Gov. Ned Lamont has proposed a 10-cent tax on plastic grocery bags to raise $30 million in revenue for Connecticut, which faces on-going budget deficits due to unfunded pension liabilities and bonded debt.
But the proposal would likely be the first of its kind and adds another so-called “sin tax” on the residents of Connecticut.
California banned the use of plastic grocery bags and instituted a fee for paper grocery bags, which goes to the retailer. Likewise, several cities – and notably some towns in Connecticut – have also banned the use of plastic bags.
New York Governor Andrew Cuomo shot down a proposed 5-cent fee on plastic bags which would have gone straight the retailer, saying the measure would increase corporate profits on the backs of customers.
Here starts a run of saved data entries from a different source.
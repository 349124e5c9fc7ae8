import { beforeEach, describe, expect, it } from "vitest";
import request from "supertest";
import { createTestApp } from "../helpers/app";
import { signedInAgent } from "../helpers/auth";
import { truncateAll } from "../helpers/db";
import { gableRoof } from "../../shared/engine/roof/generators";
import { computeTakeoff, computeTakeoffQuantities } from "../../shared/engine/takeoff";
import { gapStudyQuantitiesSchema, gapStudyResultSchema, takeoffQuantitiesSchema, takeoffResultSchema } from "../../shared/schemas/takeoff-result";

beforeEach(truncateAll);

/** `engine;dur=1.234, json;dur=0.5` as { engine: 1.234, json: 0.5 }; throws on anything else. */
function serverTiming(header: string | undefined): Record<string, number> {
  const out: Record<string, number> = {};
  for (const part of (header ?? "").split(",")) {
    const m = /^\s*([a-z]+);dur=(\d+(?:\.\d+)?)\s*$/.exec(part);
    if (!m) throw new Error(`not a Server-Timing entry: "${part}"`);
    out[m[1]] = Number(m[2]);
  }
  return out;
}

const stack = {
  id: "s1",
  name: "Mesh and foil",
  underlayment: { kind: "synthetic", highTemp: true },
  spacer: { kind: "mesh" },
  radiantBarrier: { kind: "foil", position: "on-deck", reflectiveFace: "up" },
  panel: { system: "standing-seam", coverageWidthIn: 16, gauge: 24, solarReflectance: 0.3, thermalEmittance: 0.85 },
};

const gableInput = () => ({
  site: { atticType: "vented", climateZone: "4A" },
  planes: gableRoof(40, 30, 6),
  stacks: [stack],
  defaultStackId: "s1",
});

describe("POST /api/calc/takeoff", () => {
  it.each(["owner", "estimator", "crew"] as const)("returns the engine's result to a signed-in %s", async (role) => {
    const { agent, token } = await signedInAgent({ role });
    const res = await agent.post("/api/calc/takeoff").set("X-CSRF-Token", token).send(gableInput());
    expect(res.status).toBe(200);
    const expected = computeTakeoffQuantities(gableInput());
    expect(expected.ok).toBe(true);
    // The route is the engine: same input, same numbers (each plane's quantities unless detail=full).
    expect(res.body.data).toEqual(JSON.parse(JSON.stringify(expected.ok && expected.result)));
    expect(res.body.data.planes[0]).not.toHaveProperty("windZones");
    // The answer is what the output schema describes, key for key (strict objects).
    expect(takeoffQuantitiesSchema.safeParse(res.body.data).error).toBeUndefined();
    // 40 × 30 ft gable at 6/12: plan 1200 ft², slope factor √(144+36)/12 = 1.1180 (rafter tables), sloped 1341.6 ft².
    expect(res.body.data.totals.planAreaSqFt).toBeCloseTo(1200, 6);
    expect(res.body.data.totals.slopedAreaSqFt).toBeCloseTo(1200 * Math.sqrt(180) / 12, 6);
    // One ridge of 40 ft, counted once although two planes share it.
    expect(res.body.data.edgeTotals.ridgeLf).toBeCloseTo(40, 6);
  });

  it("names the engine's time and the serialisation's in a Server-Timing header (W3C Server Timing syntax)", async () => {
    const { agent, token } = await signedInAgent({ role: "estimator" });
    for (const path of ["/api/calc/takeoff", "/api/calc/takeoff?detail=full"]) {
      const res = await agent.post(path).set("X-CSRF-Token", token).send(gableInput());
      expect(res.status).toBe(200);
      expect(res.headers["content-type"]).toBe("application/json; charset=utf-8");
      const timing = serverTiming(res.headers["server-timing"]);
      expect(Object.keys(timing)).toEqual(["engine", "json"]);
      expect(timing.engine).toBeGreaterThan(0);
      expect(timing.json).toBeGreaterThan(0);
    }
    // A refused input has no timing: the error handler answers it.
    const input = gableInput();
    input.planes[0].pitch = 30;
    const bad = await agent.post("/api/calc/takeoff").set("X-CSRF-Token", token).send(input);
    expect(bad.status).toBe(400);
    expect(bad.headers["server-timing"]).toBeUndefined();
  });

  it("gives each plane's whole detail with detail=full, and 400 for another detail", async () => {
    const { agent, token } = await signedInAgent({ role: "estimator" });
    const res = await agent.post("/api/calc/takeoff?detail=full").set("X-CSRF-Token", token).send(gableInput());
    expect(res.status).toBe(200);
    const expected = computeTakeoff(gableInput());
    expect(res.body.data).toEqual(JSON.parse(JSON.stringify(expected.ok && expected.result)));
    expect(res.body.data.planes[0].windZones.widths.zone2PlanFt).toBeGreaterThan(0);
    expect(res.body.data.planes[0].vertices).toHaveLength(4);
    expect(takeoffResultSchema.safeParse(res.body.data).error).toBeUndefined();
    const lean = await agent.post("/api/calc/takeoff?detail=quantities").set("X-CSRF-Token", token).send(gableInput());
    expect(lean.status).toBe(200);
    // The roof-wide figures do not depend on the detail asked for.
    for (const key of ["edgeTotals", "totals", "materials", "fasteners", "ventilation", "thermal", "advisories"]) {
      expect(lean.body.data[key]).toEqual(res.body.data[key]);
    }
    const bad = await agent.post("/api/calc/takeoff?detail=everything").set("X-CSRF-Token", token).send(gableInput());
    expect(bad.status).toBe(400);
    expect(bad.body.error.fields).toHaveProperty("detail");
  });

  it("answers bad input with 400 and the field path", async () => {
    const { agent, token } = await signedInAgent();
    const input = gableInput();
    input.planes[1].pitch = 25;
    const res = await agent.post("/api/calc/takeoff").set("X-CSRF-Token", token).send(input);
    expect(res.status).toBe(400);
    expect(Object.keys(res.body.error.fields)).toContain("planes.1.pitch");
  });

  it("answers an unknown stack id with 400 at the plane's stackId", async () => {
    const { agent, token } = await signedInAgent();
    const input = gableInput();
    (input.planes[0] as { stackId?: string }).stackId = "nope";
    const res = await agent.post("/api/calc/takeoff").set("X-CSRF-Token", token).send(input);
    expect(res.status).toBe(400);
    expect(Object.keys(res.body.error.fields)).toContain("planes.0.stackId");
  });

  it("needs a session (401) and the CSRF token (403)", async () => {
    expect((await request(createTestApp()).post("/api/calc/takeoff").send(gableInput())).status).toBe(401);
    const { agent } = await signedInAgent();
    expect((await agent.post("/api/calc/takeoff").send(gableInput())).status).toBe(403);
  });
});

describe("POST /api/calc/gap-study", () => {
  it("returns one entry per spacer option", async () => {
    const { agent, token } = await signedInAgent();
    const res = await agent
      .post("/api/calc/gap-study")
      .set("X-CSRF-Token", token)
      .send({ ...gableInput(), planeIds: ["p-s"] });
    expect(res.status).toBe(200);
    expect(res.body.data.options.map((o: { spacer: string }) => o.spacer)).toEqual([
      "none",
      "battens",
      "counter-battens",
      "mesh",
      "dimpled",
    ]);
    for (const o of res.body.data.options) expect(o.result.totals.planAreaSqFt).toBeGreaterThan(0);
    // Each plane's quantities by default, its whole detail with detail=full.
    expect(Object.keys(res.body.data.options[0].result.planes[0])).not.toContain("layers");
    expect(gapStudyQuantitiesSchema.safeParse(res.body.data).error).toBeUndefined();
    expect(Object.keys(serverTiming(res.headers["server-timing"]))).toEqual(["engine", "json"]);
    const full = await agent
      .post("/api/calc/gap-study?detail=full")
      .set("X-CSRF-Token", token)
      .send({ ...gableInput(), planeIds: ["p-s"] });
    expect(full.status).toBe(200);
    expect(full.body.data.options[3].result.planes[0].layers.meshSqFt).toBeGreaterThan(0);
    expect(gapStudyResultSchema.safeParse(full.body.data).error).toBeUndefined();
    expect(full.body.data.options.map((o: { summary: unknown }) => o.summary)).toEqual(res.body.data.options.map((o: { summary: unknown }) => o.summary));
  });

  it("answers a missing planeIds with 400", async () => {
    const { agent, token } = await signedInAgent();
    const res = await agent.post("/api/calc/gap-study").set("X-CSRF-Token", token).send(gableInput());
    expect(res.status).toBe(400);
    expect(Object.keys(res.body.error.fields)).toContain("planeIds");
  });
});

describe("POST /api/calc/echo", () => {
  it("returns the body as received to a signed-in user (the benchmark's baseline)", async () => {
    const { agent, token } = await signedInAgent({ role: "crew" });
    const res = await agent.post("/api/calc/echo").set("X-CSRF-Token", token).send(gableInput());
    expect(res.status).toBe(200);
    expect(res.body.data).toEqual(gableInput());
  });

  it("needs a session", async () => {
    expect((await request(createTestApp()).post("/api/calc/echo").send({ a: 1 })).status).toBe(401);
  });
});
But Connecticut would be the first to tax plastic grocery bags and send all the revenue to the state as part of a budget fix, essentially increasing state revenue on the backs of customers.
According to Wayne Pesce of the CT Food Association, retailers were already looking to eliminate or reduce plastic bag usage from their stores.
However, with paper grocery bags costing retailers more money and the plastic bag tax going directly to the state, the effect could possibly increase grocery prices.
Proponents of eliminating or reducing plastic bag usage point to environmental concern over plastics in the ocean but eliminating plastic bag usage could be a double-edged sword.
According to a report from the Connecticut Post, the carbon-footprint to manufacture paper grocery bags is larger than plastic.
Following in California’s footprints, some cities have eliminated plastic bag usage and instituted a fee on paper bags with some of the revenue going to the retailer and some to help aid environmental clean-up efforts for local projects or to the city itself.
Lamont’s plastic bag tax is larger than the tax proposed in 2017, increasing the tax from 5-cents per bag to 10-cents.